5. Please add a stainless steel lockwasher to the inside of the metal spout on the top of the tank. This will keep the spout from getting loose and having water leak down the tank and cause much more damage!

Yellow arrow in pics below point to where Lock Washer is needed inside top tank half under spout nut.
This spout loosened after time due to hot water expansion and contraction. Water started leaking at this point and dripping down the inside of the tank causing the electrical contacts to prematurely corrode and  to open to make the GFCI to trip!


----------



## Don2222 (Apr 13, 2011)

Hello

Well something may be done in the near future!! Thank-you InSinkErator !

I always say "Don't complain - roll up your sleeves and find a better way!"

----- Forwarded Message -----
From: InSinkEratorCustomerService@emerson.com
To: trhs@comcast.net
Sent: Wednesday, April 13, 2011 10:41:32 AM
Subject: RE: Tracking # - Please read and thanks again for all your help.

Dear Don,

Thank you for the reply.

We appreciate your taking the time to send InSinkErator your thoughts about our products, as well as suggestions for other features that you would like us to add.

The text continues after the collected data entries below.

"""Saving files safely: write a temporary file beside the target, flush, fsync, rename.

- The temporary file is created exclusively (``tempfile.mkstemp``: O_CREAT | O_EXCL, a random
  name in the target's folder, never through an existing name or a symlink) and removed on
  every failure, so a failed save leaves the old file and nothing else.
- The backup (FILE.bak) is a hard link to the old file (or, where a folder has no hard links,
  an exclusive copy) made under a random name and renamed over FILE.bak: a rename replaces a
  planted symlink, it never writes through it.
- Backup and rename run under a lock on the target's folder (``fcntl.flock``), so two saves of
  one file take turns and each one's backup is the file the other saved; a save that waits
  longer than LOCK_WAIT is told plainly and leaves the file as it was.
- A target that is not a regular file (a device such as /dev/null, a FIFO) is written
  directly: it is never renamed over.
"""

from __future__ import annotations

import contextlib
import errno
import os
import secrets
import shutil
import stat
import tempfile
import time
from collections.abc import Iterator
from pathlib import Path
from typing import BinaryIO

LOCK_WAIT = 30.0  # seconds a save waits for another save in the same folder


def _kind(target: Path) -> str:
    """'absent', 'regular' or 'special' (a device, a FIFO, a socket); a folder is refused."""
    try:
        st = os.stat(target)  # follows a symlink: the file it names is what gets written
    except FileNotFoundError:
        return "absent"
    if stat.S_ISDIR(st.st_mode):
        raise IsADirectoryError(errno.EISDIR, "is a folder, not a file", str(target))
    return "regular" if stat.S_ISREG(st.st_mode) else "special"


@contextlib.contextmanager
def _direct(target: Path) -> Iterator[BinaryIO]:
    """A device or FIFO, opened for writing as it is (never created, truncated or renamed)."""
    fd = os.open(target, os.O_WRONLY | getattr(os, "O_NOCTTY", 0))
    if stat.S_ISREG(os.fstat(fd).st_mode):  # replaced by a plain file since the check
        os.close(fd)
        raise OSError(errno.EAGAIN, "changed while saving; try again", str(target))
    with os.fdopen(fd, "wb") as fh:
        yield fh


def _new_file_mode(fd: int, target: Path, existed: bool) -> None:
    """Keep the old file's permissions (mkstemp makes 0600); a new file gets the usual 0666
    less the umask."""
    if existed:
        mode = os.stat(target).st_mode & 0o7777
    else:
        umask = os.umask(0)
        os.umask(umask)
        mode = 0o666 & ~umask
    with contextlib.suppress(OSError):  # e.g. a file system without modes
        os.fchmod(fd, mode)


@contextlib.contextmanager
def _folder_lock(folder: Path) -> Iterator[None]:
    """An exclusive flock on the folder for the short commit step; none where the platform or
    file system has no such locks."""
    try:
        import fcntl
    except ImportError:  # not POSIX
        yield
        return
    try:
        fd = os.open(folder, os.O_RDONLY)
    except OSError:
        yield
        return
    try:
        deadline = time.monotonic() + LOCK_WAIT
        locked = True
        while True:
            try:
                fcntl.flock(fd, fcntl.LOCK_EX | fcntl.LOCK_NB)
                break
            except BlockingIOError:
                if time.monotonic() > deadline:
                    raise OSError(
                        errno.EBUSY,
                        "another save in this folder did not finish; nothing was written, "
                        "try again",
                        str(folder),
                    ) from None
                time.sleep(0.01)
            except OSError:  # a file system without flock: go on unlocked
                locked = False
                break
        yield
    finally:
        if locked:
            with contextlib.suppress(OSError):
                fcntl.flock(fd, fcntl.LOCK_UN)
        os.close(fd)


def _backup_copy(target: Path, folder: Path) -> str:
    """The old file under a fresh random name: a hard link, or an exclusive copy."""
    if not os.path.islink(target):
        for _ in range(100):
            name = str(folder / f".{target.name}.{secrets.token_hex(6)}.bak.tmp")
            try:
                os.link(target, name)  # a new name only: never follows an existing one
                return name
            except FileExistsError:
                continue
            except OSError:
                break  # no hard links here: copy instead
    fd, name = tempfile.mkstemp(prefix=f".{target.name}.", suffix=".bak.tmp", dir=folder)
    try:
        with os.fdopen(fd, "wb") as out, open(target, "rb") as src:
            shutil.copyfileobj(src, out)
            with contextlib.suppress(OSError):
                os.fchmod(out.fileno(), os.fstat(src.fileno()).st_mode & 0o7777)
            out.flush()
            os.fsync(out.fileno())
    except BaseException:
        os.unlink(name)
        raise
    return name


def _clear_legacy(folder: Path, target: Path) -> None:
    """Remove ``.NAME.bak.tmp``, the fixed name earlier versions used (a file or a link,
    left by a killed save); unlinking a name never follows it."""
    legacy = folder / f".{target.name}.bak.tmp"
    with contextlib.suppress(OSError):
        if not stat.S_ISDIR(os.lstat(legacy).st_mode):
            os.unlink(legacy)


def _create_new(tmp: str, target: Path) -> None:
    """Put ``tmp`` at ``target`` only if nothing is there (a hard link never replaces)."""
    try:
        os.link(tmp, target)
    except FileExistsError:
        raise FileExistsError(
            errno.EEXIST, "already exists; choose another name", str(target)
        ) from None
    except OSError:  # no hard links on this file system
        if os.path.lexists(target):
            raise FileExistsError(
                errno.EEXIST, "already exists; choose another name", str(target)
            ) from None
        os.replace(tmp, target)
        return
    os.unlink(tmp)


def _fsync_folder(folder: Path) -> None:
    try:
        dir_fd = os.open(folder, os.O_RDONLY)
        try:
            os.fsync(dir_fd)
        finally:
            os.close(dir_fd)
    except OSError:
        pass  # some file systems cannot fsync a folder; the rename is still atomic


@contextlib.contextmanager
def atomic_binary(
    path: str | Path, backup: bool = False, exclusive: bool = False
) -> Iterator[BinaryIO]:
    """A binary file to write that replaces ``path`` only when the block ends normally, so
    a crash or an error leaves the old file or the new one whole, never a part.

    With ``backup`` the previous file is kept as ``path + '.bak'`` (made before the rename, so
    the old contents are never missing). With ``exclusive`` an existing file is never
    replaced (FileExistsError). A device or FIFO is written directly (see the module text).
    """
    target = Path(path)
    kind = _kind(target)
    if kind == "special":
        with _direct(target) as fh:
            yield fh
        return
    folder = target.parent if str(target.parent) else Path(".")
    fd, tmp = tempfile.mkstemp(prefix=f".{target.name}.", suffix=".tmp", dir=folder)
    bak_tmp: str | None = None
    try:
        _new_file_mode(fd, target, kind == "regular")
        with os.fdopen(fd, "wb") as fh:
            yield fh
            fh.flush()
            os.fsync(fh.fileno())
        with _folder_lock(folder):
            if exclusive:
                _create_new(tmp, target)
            else:
                now = _kind(target)
                if now == "special":  # a device or FIFO appeared since: never rename over it
                    raise OSError(errno.EAGAIN, "changed while saving; try again", str(target))
                if backup and now == "regular":
                    _clear_legacy(folder, target)
                    bak_tmp = _backup_copy(target, folder)
                    os.replace(bak_tmp, target.with_name(target.name + ".bak"))
                    bak_tmp = None
                os.replace(tmp, target)
        _fsync_folder(folder)
    except BaseException:
        for leftover in (tmp, bak_tmp):
            if leftover and os.path.lexists(leftover):
                os.unlink(leftover)
        raise


def atomic_write_text(
    path: str | Path, text: str, backup: bool = False, exclusive: bool = False
) -> None:
    """Replace ``path`` with ``text`` (UTF-8) so that a crash leaves the old or the new file
    whole (see atomic_binary)."""
    with atomic_binary(path, backup, exclusive) as fh:
        fh.write(text.encode("utf-8"))
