"""Project commands: ``curvetui new FILE``, ``curvetui check --project FILE``, ``curvetui FILE``."""

from __future__ import annotations

import argparse
import os
import sys
from pathlib import Path
from typing import TYPE_CHECKING

from curvetui.cli.common import console, print_caution, print_json
from curvetui.inputs import InputError
from curvetui.screen_text import clean, markup

if TYPE_CHECKING:
    from curvetui.storage.project.files import ProjectError

# The project modules (the engine, the JSON Schema check) and Rich are imported in the
# functions that use them: this module is imported on every start to build the parser.

COMMANDS = {
    "check",
    "tables",
    "open",
    "setout",
    "new",
    "sheet",
    "batch",
    "crossfall",
    "design",
    "landxml",
    "realign",
    "find-curves",
    "-h",
    "--help",
    "--version",
}


def add_check_project(check: argparse.ArgumentParser) -> None:
    check.add_argument("--project", help="check every bend of this project file")
    check.add_argument(
        "--save",
        action="store_true",
        help="with --project: store the fresh results in the file (atomic save)",
    )
    check.add_argument("--json", action="store_true", help="with --project: print JSON")
    check.set_defaults(run=_run_check_project)


def add_new_parser(sub) -> None:
    p = sub.add_parser(
        "new",
        help="start a project file (FILE.json; never overwrites)",
        description="Start a project file: empty, or with --points and --speed a road "
        "project on a chain of PIs, each bend the proposal for its deflection. The name "
        "must end in .json; an existing "
        "file is never overwritten.",
    )
    p.add_argument("file", help="the project file to create (FILE.json)")
    p.add_argument("--name", help="project name (default: the file name)")
    p.add_argument("--units", choices=("metric", "us"), default="metric")
    from curvetui.cli import new_points_cmd

    new_points_cmd.add_options(p)
    p.set_defaults(run=_run_new)


CSV_SUFFIXES = (".csv", ".tsv")
PROJECT_SUFFIX = ".json"


def looks_like_file(word: str) -> bool:
    """Whether ``curvetui WORD`` opens a file: WORD is an existing path or ends in .json,
    .csv or .tsv (any case). Any other first word is an unknown command."""
    if word.lower().endswith((PROJECT_SUFFIX, *CSV_SUFFIXES)):
        return True
    try:
        return os.path.lexists(word)
    except (OSError, ValueError):  # e.g. an embedded NUL
        return False


def missing_project(path: Path) -> InputError:
    """Opening a project file that is not there: nothing is created."""
    return InputError(
        f"{path}: no such file; `curvetui new {path}` starts a project "
        "(opening a file never creates one)"
    )


def add_open_parser(sub) -> None:
    p = sub.add_parser(
        "open",
        help="open a project file or a CSV file of bends",
        description="Open a project file (.json) in the terminal app, or a CSV file of "
        "bends (.csv or .tsv, the columns of `curvetui batch`) on its checked results. "
        "Without a terminal, or with --print, print the checks instead. Opening never "
        "creates a file: `curvetui new FILE.json` starts a project.",
    )
    p.add_argument("file")
    p.add_argument("--print", action="store_true", help="print the checks instead of the app")
    p.add_argument(
        "--units",
        choices=("metric", "us"),
        help="CSV files only: metric (km/h, m) or us customary (mph, ft); default metric "
        "(a project file names its own units)",
    )
    p.add_argument("--table", help="CSV files only: road design table by name or .toml path")
    p.add_argument("--limits", help="CSV files only: rail limits by name or .toml path")
    p.set_defaults(run=_run_open)


def report_problems(exc: ProjectError) -> int:
    sys.stderr.write(clean(f"curvetui: error: {exc.path}: cannot use this project file:\n"))
    for p in exc.problems:
        sys.stderr.write(clean(f"  {p}", one_line=True) + "\n")
    return 2


def _run_new(args) -> int:
    from curvetui.storage.project.files import save_project
    from curvetui.storage.project.model import Details, Project

    path = Path(args.file)
    if path.suffix.lower() != PROJECT_SUFFIX:
        raise InputError(f"{path}: a project file's name must end in .json")
    if os.path.lexists(path):
        raise InputError(f"{path}: already exists; choose another name")
    from curvetui.cli import new_points_cmd

    if getattr(args, "points", None):
        return new_points_cmd.run(args, path)
    alone = new_points_cmd.given_without_points(args)
    if alone:
        raise InputError(f"{', '.join(alone)}: only with --points PIS.csv (a chain of PIs)")
    project = Project(Details(name=args.name or path.stem, units=args.units))
    save_project(project, path, exclusive=True)
    console().print(clean(f"Created {path} ({args.units} units)."), markup=False)
    return 0


def _run_open(args) -> int:
    """Open a project in the terminal app. Without a terminal (a pipe, CI), print its checks
    instead. A missing file is an error (nothing is created)."""
    from curvetui.storage.project.files import ProjectError

    path = Path(args.file)
    if path.suffix.lower() in CSV_SUFFIXES:
        return _open_csv(path, args)
    given = [f"--{k}" for k in ("units", "table", "limits") if getattr(args, k, None)]
    if given:
        raise InputError(
            f"{', '.join(given)}: for CSV files only; a project file names its own units, "
            "road table and rail limits (F2 in the app)"
        )
    if not os.path.lexists(path):
        raise missing_project(path)
    if args.print or not (sys.stdin.isatty() and sys.stdout.isatty()):
        try:
            check_project(str(path))
        except ProjectError as exc:
            return report_problems(exc)
        return 0
    from curvetui.app import collector

    collector.pause()  # until the first results are on screen (ProjectScreen.first_compute)
    from curvetui.app.app import build_app

    try:
        app = build_app(path)
    except ProjectError as exc:
        return report_problems(exc)
    return run_app(app)


def run_app(app) -> int:
    """Run a terminal app; after an unexpected error in it, one line naming the error and
    the recovery copy of unsaved changes (curvetui.app.crash), exit code 3."""
    from curvetui.app.crash import CRASH_EXIT, crash_line, recover

    try:
        app.run()
    except Exception as exc:  # the app could not even start or stop; no traceback either
        if app.crash is None:
            app.crash = recover(app.recovery_session(), exc)
    if app.crash is not None:
        sys.stderr.write(crash_line(app.crash) + "\n")
        return CRASH_EXIT
    return 0


def _open_csv(path: Path, args) -> int:
    """A CSV file of bends: its checked results in the app, or (without a terminal, or with
    --print) the batch summary. A file that cannot be used is refused before the app starts
    (exit code 2), as a bad project file is."""
    from curvetui.app.batch_results import open_source
    from curvetui.batch.header import BatchFileError
    from curvetui.batch.stream import run_batch
    from curvetui.cli.batch_cmd import print_summary
    from curvetui.core.units import unit_system
    from curvetui.storage.tables import rail_limits, road_table

    units = unit_system(args.units or "metric")
    table = road_table(args.table, units.name)
    limits = rail_limits(args.limits, units.name)
    if not path.exists():
        raise InputError(f"{path}: no such file (a CSV file is never created by opening it)")
    try:
        source = open_source(path, units, table, limits)
        if args.print or not (sys.stdin.isatty() and sys.stdout.isatty()):
            summary = run_batch(path, None, units, table, limits, workers=1)
            out = console()
            out.print(
                clean(
                    f"{path}: checked (`curvetui batch {path}` writes every row with its results)"
                ),
                markup=False,
            )
            print_summary(out, summary, "-", table, limits)
            return 0
    except BatchFileError as exc:
        sys.stderr.write(clean(f"curvetui: error: {path}: cannot use this CSV file: {exc}") + "\n")
        return 2
    from curvetui.app.batch_view import BatchApp

    return run_app(BatchApp(source))


def _run_check_project(args) -> int:
    from curvetui.storage.project.files import ProjectError

    if not args.project:
        raise InputError("check: needs `road`, `rail` or --project FILE")
    try:
        return check_project(args.project, save=args.save, as_json=args.json)
    except ProjectError as exc:
        return report_problems(exc)


def check_project(path: str, save: bool = False, as_json: bool = False) -> int:
    """Check every bend; 1 when any fails or cannot be computed."""
    from curvetui.storage.project.checking import (
        evaluate_project,
        project_context,
        refresh_results,
        stale_results,
    )
    from curvetui.storage.project.files import load_project, save_project

    project, notes = load_project(path)
    ctx = project_context(project)
    outcomes = evaluate_project(project, ctx)
    notes += stale_results(outcomes)
    report = project_alignment(project, outcomes, ctx)
    bad = any(o.status != "pass" for o in outcomes)
    bad = bad or (report is not None and report.status in ("fail", "error"))
    if save:
        refresh_results(project, outcomes)
        save_project(project, path)
        notes.append(f"results stored in {path} (previous file kept as {path}.bak)")
    if as_json:
        print_json(
            {
                "project": project.details.to_json(),
                "bends": [
                    {
                        "id": o.bend.id,
                        "kind": o.bend.kind,
                        "status": o.status,
                        "error": o.error,
                        "results": o.record,
                    }
                    for o in outcomes
                ],
                "alignment": None if report is None else report.to_json(),
                "notes": notes,
            }
        )
        return 1 if bad else 0
    print_outcomes(project, ctx, outcomes, notes, report)
    return 1 if bad else 0


def project_alignment(project, outcomes, ctx):
    """The alignment checked as a whole (None when the project has none)."""
    from curvetui.storage.project.alignment_report import alignment_report
    from curvetui.storage.project.chain import lay_out_project

    records = {o.bend.id: o.record for o in outcomes}
    return alignment_report(project, lay_out_project(project), records, ctx.units)


def print_alignment(out, report) -> None:
    """The alignment's table of PIs and its verdicts (never hidden)."""
    from rich import box
    from rich.table import Table

    colour = {"pass": "green", "warning": "yellow"}.get(report.status, "red")
    title = f"Alignment {markup(report.name, True)}: [bold {colour}]{report.status.upper()}[/]"
    if report.error:
        out.print(title)
    else:
        head, rows = report.table(compact=True)
        short = {"Deflection": "Defl deg", "PI station": "PI sta", "Tangent after": "Tangent"}
        grid = Table(
            title=title,
            box=box.SIMPLE_HEAD,
            padding=(0, 1, 0, 0),
            pad_edge=False,
            show_edge=False,
        )
        for col in (short.get(c, c) for c in head):
            grid.add_column(col, justify="left" if col == "Bend" else "right", no_wrap=True)
        for row in rows:
            grid.add_row(*(markup(c, True) for c in row))
        out.print(grid)
        u = report.units.length_label
        out.print(
            clean(
                f"  start tangent {report.tangents[0]:.2f} {u}; end station "
                f"{report.end_station:.2f}; deflections in degrees (R right, L left); the "
                "bends' deflection and PI station come from the alignment (the worksheet "
                "and --json give the coordinates and all stations)"
            ),
            markup=False,
        )
    for line in report.lines():
        out.print(clean(f"  - {line}"), markup=False)


def print_outcomes(project, ctx, outcomes, notes, report=None, after=()) -> None:
    """The bends' table, their messages and notes, the alignment, ``after`` (lines of
    advice), then the caution."""
    from rich import box
    from rich.table import Table

    from curvetui.bend.messages import message_line
    from curvetui.stations import format_station

    units = ctx.units
    out = console()
    d = project.details
    grid = Table(
        title=markup(d.name, True)
        + (f" - job {markup(d.job_number, True)}" if d.job_number.strip() else ""),
        caption=f"road table {markup(ctx.table.name, True)}; rail limits "
        f"{markup(ctx.limits.name, True)}; speeds {units.speed_label}, lengths "
        f"{units.length_label}, cant {units.cant_label}",
        box=box.SIMPLE_HEAD,
        padding=(0, 1, 0, 0),
        pad_edge=False,
        show_edge=False,
    )
    for col in ("Bend", "Kind", "Station", "V", "R", "Key result", "Limit", "Vsafe", "Status"):
        grid.add_column(
            col,
            justify="left" if col in ("Bend", "Kind", "Status", "Key result") else "right",
            no_wrap=True,
        )
    lines = []
    for o in outcomes:
        b, r = o.bend, o.record
        station = format_station(b.station, units.name, 1)
        ident, kind = markup(b.id, True), markup(b.kind, True)
        if r is None:
            grid.add_row(ident, kind, station, "", "", "", "", "", "[bold magenta]ERROR[/]")
            lines.append(f"{b.id}: ERROR {o.error}")
            continue
        if b.kind == "road":
            key = f"f {_num(r['side_friction_demand'], '.3f')}"
            limit = _num(r["side_friction_max"], ".3f")
            safe = _num(r["safe_speed"], ".1f")
        else:
            key = f"D {_num(r['cant_deficiency'], '.1f')}"
            limit = _num(r["deficiency_limit"], ".1f")
            safe = _num(r["max_speed"], ".1f")
        colour = "red" if r["status"] == "fail" else "green"
        grid.add_row(
            ident,
            kind,
            station,
            _num(r["speed"], "g"),
            _num(r["radius"], "g"),
            key,
            limit,
            safe,
            f"[bold {colour}]{r['status'].upper()}[/]",
        )
        lines += [f"{b.id}: {message_line(m)}" for m in r["messages"]]
    out.print(grid)
    for line in lines + notes:
        out.print(clean(f"  - {line}"), markup=False)
    if report is not None:
        print_alignment(out, report)
    for line in after:
        out.print(clean(line), markup=False)
    print_caution(out)


def _num(value, spec: str) -> str:
    """A number of a record as the table shows it; "-" where the record has none (null)."""
    return "-" if value is None else format(value, spec)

We are always upgrading our product to make it the best possible, for you, the customer.

Please rest assured that your feedback will be forwarded to the appropriate department.



Should you still have any issues with the dispenser, please do let us know.


----------



## Dieselbreath (Apr 13, 2011)

I have a Kitchenaide insta-hot that we installed when we built the house in 1994. Still trouble free.


----------



## Don2222 (Apr 14, 2011)

Dieselbreath said:
			
		

> I have a Kitchenaide insta-hot that we installed when we built the house in 1994. Still trouble free.



Hello Dieselbreath

I really appreciate the info and glad you had much better luck with yours. I hear the Waste-Kings are good, but until I hear how long someone has owned one we do not know how good!

If I have to buy a new one sometime, I will definitely look into this Kitchenaide.

I hope this new kitchenaide at Lowe's here is the same quality as yours.
http://www.lowes.com/webapp/wcs/sto...37291&cm_mmc=SCE_gps-_-gps-_-gps-_-KitchenAid 3/4-Gallon Low-Profile Hot Water Dispenser KHWL260VCR

If the quality is up there, then this Insta-Hot seams like an excellent value for the price!

Does yours have all copper lines and a stainless steel tank? 

The Insinkerator has a stainless steel tank, but only 1 copper line to the Domestic Water tie in! The other lines are plastic!


----------



## Dieselbreath (Apr 14, 2011)

My Kitchenaide has one copper line going in and  plastic hose going out. Not sure about the stainless tank. I don't know about the difference in quality. We bought it through our plumbing contractor.


----------



## Bad Wolf (Apr 23, 2011)

Other than the Insinkarator and Waste King are there any other brands that anyone would recomend or caution against?  We are redoing our kitchen and the idea of instant hot water appeals to me.  And if not that it strikes me as a good resale feature.


----------



## Don2222 (Apr 23, 2011)

Greg H said:
			
		

> Other than the Insinkarator and Waste King are there any other brands that anyone would recommend or caution against?  We are redoing our kitchen and the idea of instant hot water appeals to me.  And if not that it strikes me as a good resale feature.



Hello Greg

One feedback in an earlier post I got here was the Kitchenaide Brand Hot Water Dispenser lasted a long time.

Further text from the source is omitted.